Le tensioni lungo la Linea di Controllo Effettivo (LAC) tra India e Cina hanno registrato un nuovo picco nel dicembre 2022, quando le truppe cinesi hanno tentato di violare il confine nei pressi di Tawang, un’area strategica situata nell’Arunachal Pradesh. L’episodio ha portato a violenti scontri tra i soldati dei due eserciti, replicando le dinamiche già vissute nel precedente episodio nella Valle di Galwan, seppure senza vittime accertate. Tawang riveste un’importanza strategica non solo per la posizione geografica lungo la LAC, ma anche per il suo valore simbolico. La regione ospita infatti, uno dei più grandi monasteri buddhisti dell’India, legato al Dalai Lama, figura centrale del dissenso tibetano contro il governo cinese. Pechino considera l’Arunachal Pradesh parte integrante del Tibet meridionale, mentre Nuova Delhi continua ad amministrarlo come territorio indiano.
I numerosi incidenti hanno riacceso il dibattito sulle ambizioni territoriali della Cina e sulle capacità difensive dell’India, aumentando le preoccupazioni della comunità internazionale per una possibile escalation tra le due potenze asiatiche. Tuttavia, dopo anni di tensioni e scontri, India e Cina hanno compiuto nel 2024 significativi passi avanti per allentare la pressione lungo il confine conteso. Il 21 ottobre, i due Paesi hanno raggiunto un accordo preliminare per il ripristino dei diritti di pattugliamento nella regione strategica del Ladakh.

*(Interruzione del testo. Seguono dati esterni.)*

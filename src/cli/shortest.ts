// `gatesmith shortest SPEC --goal-mean X [--goal-worst Y] [--min S] [--max S] [--out PULSE] [--json]`:
// the shortest duration, in whole samples of the spec's sample period, at which a design
// meets the goal; the figure against duration of every length tried, the rectangular-pulse
// lower bound beside the answer, and the best pulse written.
import { ArgumentError } from '../core/errors.ts';
import type { ShortestResult } from '../core/shortest.ts';
import type { Problem, Progress } from '../core/types.ts';
import { writePulse } from '../io/pulse.ts';
import { flagValue, optionsHelp, requiredFlag, usageLine } from './args.ts';
import type { ArgSpec } from './args.ts';
import { defineCommand } from './command.ts';
import type { CliIO, Command } from './command.ts';
import { checkPeak, truncationWarning, withDesignMetadata } from './design.ts';
import { checkOutputName, checkWritable, loadSpec, printWarnings, writeFilesTogether } from './files.ts';
import { formatInfidelity, formatTime } from './format.ts';
import { progressReporter } from './progress.ts';

const ARGS: ArgSpec = {
  command: 'shortest',
  positionals: ['SPEC'],
  flags: [
    { name: 'goal-mean', value: 'X', help: 'the mean infidelity over the ensemble must be at most X (required)' },
    { name: 'goal-worst', value: 'Y', help: "the worst member's infidelity must be at most Y" },
    { name: 'min', value: 'S', help: 'shortest duration to try (s; default one sample)' },
    { name: 'max', value: 'S', help: "longest duration to try (s; default 8 times the spec's duration)" },
    { name: 'out', value: 'PULSE', help: 'write the best pulse at the shortest duration found (gatesmith pulse JSON)' },
    { name: 'json', help: 'print the result as one JSON object instead of a table' },
  ],
};

const HELP = `Find the shortest pulse that meets a goal: designs at durations that are whole numbers
of the spec's sample period (duration / segments), bracketed from the spec's own duration
by halving or doubling, then bisected until a duration that meets the goal sits one
sample above one that does not. The pulse found at one duration, stretched to the next,
seeds that design's first start (warm start); the other starts are the spec's.

Usage: ${usageLine(ARGS)}

Every duration tried is reported with its best mean and worst infidelity and whether it
met the goal. Beside the answer stands the lower bound theta / (2 pi rabiMax): the time
a rectangular pulse of the target's angle needs at the peak Rabi rate, so that you see
what robustness costs. Exit code 1 when no duration tried meets the goal. Ctrl-C stops
the design running and ends the search with what it found.

Options:
${optionsHelp(ARGS)}

--json prints { durationS, segments, meanInfidelity, worstInfidelity,
tried: [ { durationS, segments, meanInfidelity, worstInfidelity, met } ] } (null figures
when nothing met the goal).
`;

/** The `shortest` subcommand. */
export const shortestCommand: Command = defineCommand({
  name: 'shortest',
  summary: 'the shortest duration at which a design meets a goal, with the figure against duration',
  args: ARGS,
  help: HELP,
  async body([specPath], flags, io: CliIO): Promise<number> {
    const goalMean = goalFlag(requiredFlag(flags, 'goal-mean', ARGS), '--goal-mean');
    const worstText = flagValue(flags, 'goal-worst');
    const goalWorst = worstText === undefined ? undefined : goalFlag(worstText, '--goal-worst');
    const out = flagValue(flags, 'out');
    if (out !== undefined) checkOutputName(out, '--out', ['.json'], 'a pulse file (JSON)');
    const spec = loadSpec(specPath);
    if (out !== undefined) checkWritable(out, '--out', [specPath]);
    const problem = spec.problem;
    const minSegments = durationFlag(flagValue(flags, 'min'), '--min', problem, 'up');
    const maxSegments = durationFlag(flagValue(flags, 'max'), '--max', problem, 'down');
    if (minSegments !== undefined && maxSegments !== undefined && minSegments > maxSegments) {
      throw new ArgumentError(`--min: ${flagValue(flags, 'min')} s is longer than --max ${flagValue(flags, 'max')} s; give --min <= --max`);
    }
    printWarnings(io, spec.warnings);

    const { shortestDuration } = await import('../core/shortest.ts');
    const controller = new AbortController();
    const unsubscribe = io.onInterrupt?.(() => {
      if (controller.signal.aborted) return;
      controller.abort();
      io.stderr('\ninterrupted: stopping the design running now and ending the search with what it found\n');
    });
    // A bar for the design running on a terminal; off a terminal one line per duration is enough.
    let reporter: ReturnType<typeof progressReporter> | null = null;
    let result: ShortestResult;
    try {
      result = await shortestDuration(problem, {
        goalMean, goalWorst, minSegments, maxSegments, signal: controller.signal,
        onProgress: io.isTTY
          ? (p: Progress) => {
            reporter ??= progressReporter(io, problem.optimizer);
            reporter.update(p);
          }
          : undefined,
        onTrial: (t) => {
          reporter?.finish();
          reporter = null;
          io.stderr(`shortest: ${t.segments} samples (${formatTime(t.durationS)}): mean ${formatInfidelity(t.meanInfidelity)}, worst ${formatInfidelity(t.worstInfidelity)}: ${t.met ? 'meets the goal' : 'does not meet the goal'}\n`);
        },
      });
    } finally {
      (reporter as ReturnType<typeof progressReporter> | null)?.finish();
      unsubscribe?.();
    }

    if (result.design && result.segments !== null) {
      const specJson = { ...(spec.json as object), duration: result.durationS, segments: result.segments };
      const pulse = withDesignMetadata(result.design, specJson);
      pulse.metadata.shortest = { goalMean, goalWorst: goalWorst ?? null, lowerBoundS: result.lowerBoundS };
      checkPeak(pulse, problem);
      if (out !== undefined) writeFilesTogether([{ path: out, data: writePulse(pulse) }], '--out');
      else if (!flags.json) io.stderr('note: the pulse is not saved; give --out PULSE to write it\n');
      // On a ladder: the answer's design re-checked on two more levels, as design does.
      const warning = truncationWarning(result.design, problem);
      if (warning) io.stderr(`warning: the shortest pulse found: ${warning}\n`);
    }
    if (flags.json) {
      io.stdout(JSON.stringify(shortestJson(result), null, 2) + '\n');
      io.stderr(`lower bound (rectangular pulse at rabiMax): ${formatTime(result.lowerBoundS)}\n`);
    } else {
      io.stdout(shortestTable(result, out));
    }
    if (result.segments === null) {
      io.stderr(`shortest: no duration tried met the goal (mean <= ${goalMean}${goalWorst === undefined ? '' : `, worst <= ${goalWorst}`}); try a longer --max, a looser goal or more starts\n`);
      return 1;
    }
    return 0;
  },
});

function goalFlag(text: string, flag: string): number {
  const x = Number(text);
  if (text.trim() === '' || !(x > 0 && x <= 1)) throw new ArgumentError(`${flag}: "${text}" is not allowed; an infidelity > 0 and <= 1, e.g. 1e-4`);
  return x;
}

/** A duration flag (s) as whole samples of the spec's sample period, rounded inwards. */
function durationFlag(text: string | undefined, flag: string, problem: Problem, round: 'up' | 'down'): number | undefined {
  if (text === undefined) return undefined;
  const s = Number(text);
  if (text.trim() === '' || !(s > 0) || !Number.isFinite(s)) throw new ArgumentError(`${flag}: "${text}" is not allowed; a duration in seconds > 0, e.g. 1e-7`);
  // A hair of tolerance so that a duration typed as a whole number of samples stays that number.
  const samples = s / problem.dt;
  const n = round === 'up' ? Math.ceil(samples - 1e-9) : Math.floor(samples + 1e-9);
  if (n < 1) throw new ArgumentError(`${flag}: "${text}" s is shorter than one sample of the spec (${formatTime(problem.dt)}); give at least ${problem.dt}`);
  return n;
}

function shortestJson(r: ShortestResult) {
  return {
    durationS: r.durationS,
    segments: r.segments,
    meanInfidelity: r.meanInfidelity,
    worstInfidelity: r.worstInfidelity,
    tried: r.tried.map((t) => ({ durationS: t.durationS, segments: t.segments, meanInfidelity: t.meanInfidelity, worstInfidelity: t.worstInfidelity, met: t.met })),
  };
}

function shortestTable(r: ShortestResult, out: string | undefined): string {
  const lines: string[] = [];
  if (r.segments !== null) {
    lines.push(`shortest duration  ${formatTime(r.durationS!)} (${r.segments} samples of ${formatTime(r.dt)})${r.stopped ? ', search stopped early' : ''}`);
    lines.push(`mean infidelity    ${formatInfidelity(r.meanInfidelity!)}`);
    lines.push(`worst infidelity   ${formatInfidelity(r.worstInfidelity!)}`);
  } else {
    lines.push('shortest duration  none of the durations tried met the goal');
  }
  const ratio = r.durationS !== null && r.lowerBoundS > 0 ? ` (the answer is ${(r.durationS / r.lowerBoundS).toFixed(2)} times it)` : '';
  lines.push(`lower bound        ${formatTime(r.lowerBoundS)}: a rectangular pulse of the same angle at rabiMax${ratio}`);
  if (r.segments !== null) lines.push(`pulse              ${out !== undefined ? `written to ${out}` : 'not saved'}`);
  lines.push('', 'duration     samples  mean infidelity  worst infidelity  goal');
  for (const t of r.tried) {
    lines.push(`${formatTime(t.durationS).padEnd(12)} ${String(t.segments).padStart(7)}  ${formatInfidelity(t.meanInfidelity).padStart(15)}  ${formatInfidelity(t.worstInfidelity).padStart(16)}  ${t.met ? 'met' : 'not met'}`);
  }
  return lines.join('\n') + '\n';
}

L’intesa è stata ulteriormente consolidata nel mese di novembre, quando il ministro degli Esteri cinese Wang Yi e il Consigliere per la Sicurezza Nazionale indiano Ajit Doval si sono incontrati per definire una roadmap diplomatica volta ad affrontare le dispute di confine. Tra i punti chiave del colloquio, vi è stato il rafforzamento del meccanismo di gestione delle tensioni lungo la LAC e l’espansione dell’accordo sui pattugliamenti, con l’obiettivo di evitare nuove escalation militari.

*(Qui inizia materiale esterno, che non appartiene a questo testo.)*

// `gatesmith composite NAME ...`: builds a published composite pulse (or a shaped single
// pulse) under a peak Rabi frequency and a sample time, prints its elements and how they
// were fitted to whole samples, and writes it as an ordinary pulse file.
// `gatesmith composite --list`: each sequence, what it corrects and its source.
import { ArgumentError } from '../core/errors.ts';
import { buildComposite, compositeNames, type Bb1Placement, type CompositeMetadata, type CompositeName } from '../core/composites.ts';
import { dragFamily, isDragName } from '../core/drag-family.ts';
import type { Pulse } from '../core/types.ts';
import { writePulse } from '../io/pulse.ts';
import { targetJson } from '../io/target-json.ts';
import { flagValue, optionsHelp, requiredFlag, usageLine, type ArgSpec } from './args.ts';
import { numberFlag } from './analysis-flags.ts';
import { defineCommand } from './command.ts';
import type { CliIO, Command } from './command.ts';
import { checkOutputName, checkWritable, printWarnings, writeFilesTogether } from './files.ts';
import { frequencyWarning, sampleTimeWarning } from './unit-warnings.ts';
import { formatFrequency, formatTarget, formatTime } from './format.ts';

const ARGS: ArgSpec = {
  command: 'composite',
  positionals: ['NAME'],
  flags: [
    { name: 'angle-deg', value: 'A', help: 'target rotation angle in degrees (required)' },
    { name: 'axis-deg', value: 'PHI', help: 'phase of the rotation axis in the xy-plane, degrees (default 0, the x axis)' },
    { name: 'rabi-max', value: 'HZ', help: 'peak Rabi frequency in Hz (required)' },
    { name: 'dt', value: 'S', help: 'sample time in seconds (required)' },
    { name: 'placement', value: 'after|before|middle', help: "bb1 only: where the correction block sits (default after)" },
    { name: 'sigmas', value: 'S', help: 'gaussian only: the envelope is cut at +-S standard deviations (default 3)' },
    { name: 'out', value: 'PULSE', help: 'write the pulse file (gatesmith pulse JSON)' },
    { name: 'list', help: 'list every sequence, what it corrects and its source' },
    { name: 'json', help: 'print the pulse metadata (or the list) as JSON' },
  ],
};

const HELP = `Build a published composite pulse, or a shaped single pulse, as an ordinary pulse.

Usage: gatesmith composite NAME --angle-deg A [--axis-deg PHI] --rabi-max HZ --dt S
                 [--placement after|before|middle] [--sigmas S] [--out PULSE] [--json]
       gatesmith composite --list [--json]

NAME is one of ${compositeNames.map((c) => c.name).join(', ')}.
Each element is a rectangular rotation at most at --rabi-max; its length is rounded up
to whole samples of --dt and its amplitude lowered so that its angle stays exact. The
elements then run at slightly different Rabi rates, which leaves a detuning-correcting
sequence (CORPSE, Knill) a first-order residue proportional to the printed spread; see
docs/analysis.md. The pulse's metadata names the sequence, its source, its elements and
its ideal operation (Knill: a 180 degree rotation about the axis at PHI - 30 degrees;
90-180-90: the inversion |0> -> |1>); map and compare say beside the pulse how that ideal
meets the spec's target.

Example:
  gatesmith composite bb1 --angle-deg 90 --rabi-max 1e7 --dt 2e-9 --out bb1-x90.pulse.json

Options:
${optionsHelp(ARGS)}
`;

/** The `composite` subcommand. */
export const compositeCommand: Command = defineCommand({
  name: 'composite',
  summary: 'build a published composite pulse (BB1, SK1, CORPSE, ...) or list them',
  args: ARGS,
  help: HELP,
  positionals: 'any',
  async body(positionals, flags, io: CliIO): Promise<number> {
    if (flags.list) {
      if (positionals.length > 0) throw new ArgumentError(`composite: --list takes no NAME (got "${positionals[0]}")`);
      io.stdout(flags.json ? JSON.stringify([...compositeNames, ...dragFamily], null, 2) + '\n' : listText());
      return 0;
    }
    if (positionals.length !== 1) {
      throw new ArgumentError(`composite: give one NAME (${compositeNames.map((c) => c.name).join(', ')}) or --list; usage: ${usageLine(ARGS)}`);
    }
    const name = positionals[0].toLowerCase();
    if (isDragName(name)) {
      throw new ArgumentError(`composite: "${positionals[0]}" is calibrated on a spec's ensemble and system, not built alone; use gatesmith compare SPEC --composites ${name}`);
    }
    if (!compositeNames.some((c) => c.name === name)) {
      throw new ArgumentError(`composite: "${positionals[0]}" is not a known sequence; one of ${compositeNames.map((c) => c.name).join(', ')}`);
    }
    const text = (flag: string): string | undefined => flagValue(flags, flag);
    const required = (flag: string): string => requiredFlag(flags, flag, ARGS);
    const positive = (x: number) => x > 0;
    const angleDeg = numberFlag(required('angle-deg'), '--angle-deg', 'a finite angle in degrees');
    const axisText = text('axis-deg');
    const axisDeg = axisText === undefined ? 0 : numberFlag(axisText, '--axis-deg', 'a finite phase in degrees');
    const rabiMax = numberFlag(required('rabi-max'), '--rabi-max', 'a peak Rabi frequency > 0 in Hz, e.g. 1e7', positive);
    const dt = numberFlag(required('dt'), '--dt', 'a sample time > 0 in seconds, e.g. 2e-9', positive);
    const placement = text('placement') as Bb1Placement | undefined;
    const sigmasText = text('sigmas');
    const sigmas = sigmasText === undefined ? undefined : numberFlag(sigmasText, '--sigmas', 'a number of standard deviations in (0, 20]', positive);
    const out = text('out');
    if (out !== undefined) {
      checkOutputName(out, '--out', ['.json'], 'a pulse file (JSON)');
      checkWritable(out, '--out');
    }
    const warnings = [frequencyWarning('--rabi-max', rabiMax), sampleTimeWarning('--dt', dt)].filter((w): w is string => w !== null);
    printWarnings(io, warnings);

    let pulse: Pulse & { metadata: CompositeMetadata };
    try {
      pulse = buildComposite(name as CompositeName, { angleDeg, axisDeg, rabiMax, dt, placement, sigmas });
    } catch (error) {
      // The library names its option (angleDeg); the user typed the flag.
      const e = error as Error;
      if (e.name === 'SpecError') throw new ArgumentError(flagNames(e.message));
      throw error;
    }
    // The file, read by people, gives the ideal's angle in degrees (the spec's form).
    const ideal = targetJson(pulse.metadata.ideal);
    if (out !== undefined) writeFilesTogether([{ path: out, data: writePulse({ ...pulse, metadata: { ...pulse.metadata, ideal } }) }], '--out');
    if (flags.json) {
      const metadata = { ...pulse.metadata, ideal };
      io.stdout(JSON.stringify({ samples: pulse.i.length, dt: pulse.dt, durationS: pulse.i.length * pulse.dt, metadata, out: out ?? null, warnings }, null, 2) + '\n');
    } else io.stdout(elementsText(pulse, out));
    return 0;
  },
});

/** "angleDeg: 90 is not allowed; ..." -> "--angle-deg: 90 is not allowed; ...". */
function flagNames(message: string): string {
  const names: Record<string, string> = { angleDeg: '--angle-deg', axisDeg: '--axis-deg', rabiMax: '--rabi-max', dt: '--dt', placement: '--placement', sigmas: '--sigmas' };
  return message.replace(/^(\w+):/, (whole, field: string) => (names[field] ? `${names[field]}:` : whole));
}

function listText(): string {
  const blocks = [...compositeNames, ...dragFamily].map((c) => `${c.name}  (${c.title})\n  corrects: ${c.corrects}\n  angles:   ${c.angles}\n  source:   ${c.source}`);
  return blocks.join('\n') + '\n';
}

function elementsText(pulse: Pulse & { metadata: CompositeMetadata }, out: string | undefined): string {
  const m = pulse.metadata;
  const header = ['#', 'angle (deg)', 'phase (deg)', 'first sample', 'samples', 'Rabi rate'];
  const rows = m.elements.map((e, k) => [
    String(k + 1),
    String(Number(e.angleDeg.toFixed(3))),
    String(Number(e.phaseDeg.toFixed(3))),
    String(e.firstSample),
    String(e.samples),
    formatFrequency(e.rabiHz),
  ]);
  const widths = header.map((h, c) => Math.max(h.length, ...rows.map((r) => r[c].length)));
  const line = (cells: string[]) => cells.map((cell, c) => cell.padStart(widths[c])).join('  ');
  const detuningCorrecting = m.corrects.includes('detuning');
  const lines = [
    m.name,
    `source: ${m.source}`,
    `corrects: ${m.corrects}`,
    `ideal: ${formatTarget(m.ideal)}`,
    '',
    line(header),
    ...rows.map(line),
    '',
    `rounding: ${m.rounding}`,
    `element Rabi spread: ${Number((100 * m.elementRabiSpread).toPrecision(3))} % ((max - min) / max of the element amplitudes)` +
      (detuningCorrecting && m.elementRabiSpread > 0
        ? '; unequal rates leave the detuning correction a first-order residue in proportion (shorter dt or a rabi-max that fits whole samples reduces it)'
        : ''),
    `pulse: ${pulse.i.length} samples of ${formatTime(pulse.dt)} (${formatTime(pulse.i.length * pulse.dt)})${out !== undefined ? `, written to ${out}` : ', not saved (give --out PULSE)'}`,
    '',
  ];
  return lines.join('\n');
}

Parallelamente, Cina e India hanno deciso di favorire maggiori scambi transfrontalieri, un segnale concreto di apertura che include la ripresa dei pellegrinaggi per i cittadini indiani diretti in Tibet. La normalizzazione delle relazioni è altresì dimostrata dalla ripresa dei voli diretti fra i due Paesi dopo quasi cinque anni di interruzione. Un’ulteriore conferma è arrivata anche dall’incontro tra primo ministro indiano Narendra Modi e il presidente cinese Xi Jinping durante il vertice dei BRICS. Si è trattato del primo incontro formale tra i due leader in cinque anni, un dato significativo che evidenzia il tentativo di stabilizzare le relazioni bilaterali dopo un lungo periodo di gelo diplomatico.

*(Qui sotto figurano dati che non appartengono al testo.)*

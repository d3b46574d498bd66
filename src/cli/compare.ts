// `gatesmith compare SPEC PULSE... [--composites LIST]`: the summary figures of several
// pulses on one grid and one target, one row per pulse, best first by a chosen figure.
import { ArgumentError } from '../core/errors.ts';
import type { CompareRow, Comparison, SortFigure } from '../core/compare.ts';
import type { Problem, Pulse } from '../core/types.ts';
import { flagValue, optionsHelp, usageLine, type ArgSpec } from './args.ts';
import { REGION_FLAGS, formatGrid, formatWidth, percent, pulseName, regionOf, thresholdOf } from './analysis-flags.ts';
import { defineCommand } from './command.ts';
import type { CliIO, Command } from './command.ts';
import { targetJson } from '../io/target-json.ts';
import { loadSpec, loadWaveform, printWarnings } from './files.ts';
import { formatFrequency, formatInfidelity, formatTarget, formatTime } from './format.ts';
import { describeLine } from '../core/line-spec.ts';

// Kept in step with SORT_FIGURES in src/core/compare.ts (checked by the tests); listed
// here so that --help needs no import of the core.
const SORTS = ['mean', 'worst', 'region-mean', 'region-worst', 'area', 'detuning-width', 'amplitude-width', 'duration', 'peak', 'pulse-area', 'energy'];

const ARGS: ArgSpec = {
  command: 'compare',
  positionals: ['SPEC', 'PULSE...'],
  flags: [
    { name: 'composites', value: 'LIST', help: "published sequences to add, e.g. bb1,sk1,corpse (built under the spec's rabiMax and dt), or drag-gaussian,drag-cosine (the DRAG family, calibrated on the spec)" },
    { name: 'sort', value: SORTS.join('|'), help: 'figure that orders the rows, best first (default mean)' },
    ...REGION_FLAGS,
    { name: 'json', help: 'print {target, region, threshold, sortBy, rows} as JSON instead of a table' },
  ],
};

const HELP = `Compare pulses on one grid and one target: a table of their summary figures, one row
per pulse, best first.

Usage: ${usageLine(ARGS)}

SPEC gives the target, the ensemble and the default region (its ensemble's range,
101 x 101 points). Each PULSE is a pulse file or any waveform \`gatesmith export\` wrote;
--composites adds published sequences
built to meet the spec's target at its rabiMax and sample time dt = duration / segments,
each element rounded up to whole samples (see "gatesmith composite --list"): a gate about
an axis in the xy-plane as it is; an inversion |0> <-> |1> as a 180 degree rotation (and
90-180-90, made for it); any other state transfer as the rotation about an axis in the
xy-plane that carries from to to. A sequence that cannot meet the target is listed with
the reason.

Every row is ranked by its figures against the spec's target. A pulse whose own ideal
differs has a note beside it: it meets the target another way (Knill: up to a z rotation
after it, judged against its own ideal; a gate that performs the spec's state transfer),
or it does not.

Figures (see docs/analysis.md): mean and worst infidelity over the spec's ensemble
(weighted, as the design minimises them); over the region's grid, the region mean and
region worst, the fraction below the threshold; half-widths around zero error on each
axis below the threshold, duration, peak amplitude, pulse area (turns), energy (Hz^2 s).
Lower is better for infidelities, duration, peak, area and energy; higher for the
fraction below the threshold and the half-widths.

Example:
  gatesmith compare examples/transmon-x90.json x90.pulse.json --composites bb1,sk1,corpse

Options:
${optionsHelp(ARGS)}
`;

/** The `compare` subcommand. */
export const compareCommand: Command = defineCommand({
  name: 'compare',
  summary: 'table of summary figures of several pulses and composites, best first',
  args: ARGS,
  help: HELP,
  positionals: 'any',
  async body(positionals, flags, io: CliIO): Promise<number> {
    const [specPath, ...pulsePaths] = positionals;
    if (specPath === undefined) throw new ArgumentError(`compare: missing SPEC; usage: ${usageLine(ARGS)}`);
    const sortBy = (flagValue(flags, 'sort') ?? 'mean') as SortFigure;
    if (!SORTS.includes(sortBy)) throw new ArgumentError(`--sort: "${sortBy}" is not allowed; one of ${SORTS.join(', ')}`);
    const composites = flagValue(flags, 'composites');
    const compositeList = composites === undefined ? [] : splitList(composites);
    if (pulsePaths.length === 0 && compositeList.length === 0) {
      throw new ArgumentError(`compare: give at least one PULSE file or --composites LIST; usage: ${usageLine(ARGS)}`);
    }
    const spec = loadSpec(specPath);
    const region = regionOf(flags, spec.problem);
    const threshold = thresholdOf(flags);
    const files: { name: string; pulse: Pulse; file: string }[] = [];
    for (const path of pulsePaths) {
      const pulse = await loadWaveform(path);
      files.push({ name: pulseName(pulse, path), pulse, file: path });
    }
    printWarnings(io, spec.warnings);

    // Loaded here so that --help and bad input never wait for the wasm core.
    const { compare } = await import('../core/compare.ts');
    let comparison: Comparison;
    try {
      comparison = compare(spec.problem, files, { composites: compositeList, region, threshold, sortBy });
    } catch (error) {
      // The library names its option; the user typed the flag.
      const e = error as Error;
      if (e.name === 'ArgumentError' && e.message.startsWith('composites:')) throw new ArgumentError(`--${e.message}`);
      throw error;
    }
    const judged = comparison.rows.filter((row) => row.figures);
    if (judged.length === 0) {
      const reasons = comparison.rows.map((row) => `${row.name}: ${row.error?.message}`).join('; ');
      throw new ArgumentError(`--composites: no sequence can be built for the spec's target (${formatTarget(spec.problem.target)}): ${reasons}`);
    }
    // Each row says which file it came from; pulses and cuts stay out of the output.
    const fileOf = new Map(files.map((f) => [f.pulse, f.file]));
    const rows = comparison.rows.map(({ pulse, cuts, ...row }) => {
      void cuts;
      const file = pulse ? fileOf.get(pulse) : undefined;
      return file === undefined ? row : { ...row, file };
    });
    if (flags.json) {
      // Targets in the spec's form, angles in degrees.
      const rowsJson = rows.map((row) => (row.target ? { ...row, target: targetJson(row.target) } : row));
      const json = { ...comparison, target: targetJson(comparison.target), rows: rowsJson, warnings: spec.warnings };
      io.stdout(JSON.stringify(json, null, 2) + '\n');
    }
    else io.stdout(compareTable(comparison, rows, spec.problem));
    return 0;
  },
});

function splitList(text: string): string[] {
  const names = text.split(',').map((s) => s.trim().toLowerCase()).filter((s) => s !== '');
  if (names.length === 0) throw new ArgumentError(`--composites: "${text}" names no sequence; e.g. bb1,sk1,corpse`);
  return names;
}

function compareTable(comparison: Comparison, rows: Omit<CompareRow, 'pulse' | 'cuts'>[], problem: Problem): string {
  const ladder = rows.some((r) => r.figures?.meanLeakage !== undefined);
  const header = ['#', 'pulse', 'mean', 'worst', ...(ladder ? ['mean leakage'] : []), 'region mean', 'region worst', 'below thr.', 'detuning hw', 'amplitude hw', 'duration', 'peak', 'area (turns)', 'energy (Hz^2 s)'];
  const notes: string[] = [];
  const refused: string[] = [];
  const cells: string[][] = [];
  for (const r of rows) {
    const f = r.figures;
    if (!f) {
      refused.push(`not built: ${r.name}: ${r.error?.message ?? 'unknown reason'}`);
      continue;
    }
    let name = r.name;
    if (r.note) {
      notes.push(`[${notes.length + 1}] ${r.note}`);
      name += ` [${notes.length}]`;
    }
    cells.push([
      String(cells.length + 1),
      name,
      formatInfidelity(f.meanInfidelity),
      formatInfidelity(f.worstInfidelity),
      ...(ladder ? [formatInfidelity(f.meanLeakage ?? 0)] : []),
      formatInfidelity(f.regionMeanInfidelity),
      formatInfidelity(f.regionWorstInfidelity),
      percent(f.areaFraction),
      formatWidth(f.detuningHalfWidth, f.detuningInterval.reachedLimit, 'detuning'),
      formatWidth(f.amplitudeHalfWidth, f.amplitudeInterval.reachedLimit, 'amplitudeError'),
      formatTime(f.durationS),
      formatFrequency(f.peakRabiHz),
      String(Number(f.pulseAreaTurns.toPrecision(4))),
      f.energyHz2S.toExponential(3).replace('e+', 'e'),
    ]);
  }
  const widths = header.map((h, c) => Math.max(h.length, ...cells.map((row) => row[c].length)));
  const line = (row: string[]) => row.map((cell, c) => (c === 1 ? cell.padEnd(widths[c]) : cell.padStart(widths[c]))).join('  ');
  const members = problem.members.length;
  return [
    `target: ${formatTarget(comparison.target)}`,
    ...(problem.line ? [`every figure through the line: ${describeLine(problem.line)} (duration: the drive the qubit sees, tails included)`] : []),
    `mean, worst: over the spec's ensemble (${members} member${members === 1 ? '' : 's'}, weighted mean)` +
      (problem.system ? `; on ${problem.system.levels} levels, anharmonicity ${formatFrequency(problem.system.anharmonicity)}` : ''),
    `region: detuning ${formatGrid(comparison.detuning, 'detuning')}; amplitude error ${formatGrid(comparison.amplitudeError, 'amplitudeError')}`,
    `threshold ${formatInfidelity(comparison.threshold)}; sorted by ${comparison.sortBy}, best first; composites at rabiMax ${formatFrequency(problem.rabiMax)}, dt ${formatTime(problem.dt)}`,
    '',
    line(header),
    ...cells.map(line),
    ...(notes.length > 0 ? ['', ...notes] : []),
    ...(refused.length > 0 ? ['', ...refused] : []),
    '',
  ].join('\n');
}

Nonostante questi sviluppi positivi, la questione del confine indo-cinese rimane una sfida aperta e i margini di fiducia tra le due potenze asiatiche restano fragili. Gli osservatori internazionali sottolineano come il successo di questi accordi dipenderà dalla loro effettiva attuazione sul campo e dalla capacità di entrambi i governi di mantenere un impegno duraturo nella gestione delle tensioni. In ogni caso, per entrambi Paesi il futuro delle relazioni bilaterali sarà determinato dalla capacità di prevenire nuovi scontri e di mantenere un dialogo costante. Tuttavia, il rapporto tra le due potenze resta complesso e segnato da una competizione strategica marcata.